### What you need to do
Your answer should be every line of the records that contains the word "reference".

### Provided entries
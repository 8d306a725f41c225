import { describe, expect, it } from 'vitest';
import { price, priceWords, standPrice } from '../../src/stand/price.js';
import { loadStand } from '../../src/stand/load.js';
import { spec } from '../engine/spec.js';
import { GOOD, standFile } from './files.js';

describe('the price of run rules', () => {
  // Champ and Woodall, Technometrics 29(4) 1987; from memory, and exact in tests/reference/runlength.json.
  it.each([
    [['one-beyond-3'], 370.398],
    [['one-beyond-3', 'two-of-three-beyond-2', 'four-of-five-beyond-1', 'eight-one-side'], 91.75],
  ] as const)('%j: one false alarm in %d readings', (rules, published) => {
    expect(price(spec({ rules }))!.readings).toBeCloseTo(published, 2);
  });

  it('is time where the interval is known, and says what it leaves out', () => {
    expect(priceWords(spec({ rules: ['one-beyond-3', 'trend-of-6'], every: 100 }))).toBe('one false alarm in 370 readings, every 37 s; trend-of-6 not counted in');
    expect(price(spec({ rules: ['trend-of-6'] }))).toBeNull();
  });

  it('adds up over the stand', () => {
    const two = GOOD.replace('rules: [one-beyond-3, eight-one-side]', 'rules: [one-beyond-3]').replace('band: learn 500', 'band: learn 500\n    rules: [one-beyond-3]');
    const each = 370.3983473449592; // tests/reference/runlength.json, shewhart k 3
    expect(standPrice(loadStand(standFile(two)))).toBeCloseTo(1 / (1 / (each * 100) + 1 / (each * 1000)), 3);
  });
});
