import { readdirSync } from 'node:fs';
import { join } from 'node:path';
import { describe, expect, it } from 'vitest';
import { requireTextbook } from '../../src/stand/budget.js';
import { loadStand } from '../../src/stand/load.js';
import { GOOD, standFile } from './files.js';

const CONFIG = join(import.meta.dirname, '..', '..', 'config');

describe('a stand file as read', () => {
  const stand = loadStand(standFile(GOOD));

  it('has the channels with what they say and the defaults for the rest', () => {
    expect(stand.channels[0]).toEqual({
      origin: { source: 'logger', field: 'flow', topic: null, value: null, time: null, sequence: null },
      spec: {
        channel: 'flow',
        unit: 'L/min',
        every: 100,
        silentAfter: 2000,
        range: [0, 60],
        tolerance: [38, 44],
        resolution: 0.01,
        band: { centre: 41.2, sigma: 0.31 },
        rules: ['one-beyond-3', 'eight-one-side'],
        k: 3,
        sideRun: 8,
        frozen: true,
        frozenOdds: 1e-9,
        window: 500,
        clearAfter: 10,
      },
    });
    expect(stand.channels[1]!.spec).toMatchObject({
      silentAfter: 5000,
      band: { learn: 500 },
      rules: ['one-beyond-3', 'two-of-three-beyond-2', 'four-of-five-beyond-1', 'eight-one-side'],
    });
  });

  it('has a budget as time, a log beside the file, and a client identifier that stays the same', () => {
    expect(stand.budget).toBe(86_400_000);
    expect(stand.log.file).toMatch(/stand-\d+\.alarms\.jsonl$/);
    const [, bus] = loadStand(stand.file).sources;
    expect(bus).toEqual(stand.sources[1]);
    expect(bus).toMatchObject({ options: { clientId: expect.stringMatching(/^kilter-[0-9a-f]{16}$/) as string } });
  });

  it('takes defaults for all channels from watch', () => {
    const watched = loadStand(standFile(GOOD.replace('  limits: textbook', '  limits: textbook\n  k: 4.5\n  clearAfter: 30')));
    expect(watched.channels.map(({ spec }) => [spec.k, spec.clearAfter])).toEqual([
      [4.5, 30],
      [4.5, 30],
    ]);
  });

  it('whose limits are to come from a budget is read, but not watched', () => {
    const budget = loadStand(standFile(GOOD.replace('textbook', 'budget')));
    expect(() => requireTextbook(budget)).toThrow(/limits: textbook/);
    expect(() => requireTextbook(stand)).not.toThrow();
  });

  it.each(readdirSync(CONFIG).filter((file) => file.endsWith('.yaml')))('config/%s is without fault', (file) => {
    expect(loadStand(join(CONFIG, file)).channels.length).toBeGreaterThan(0);
  });
});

### Written response
  // Champ and Woodall, Technometrics 29(4) 1987; from memory, and exact in tests/reference/runlength.json.
    const each = 370.3983473449592; // tests/reference/runlength.json, shewhart k 3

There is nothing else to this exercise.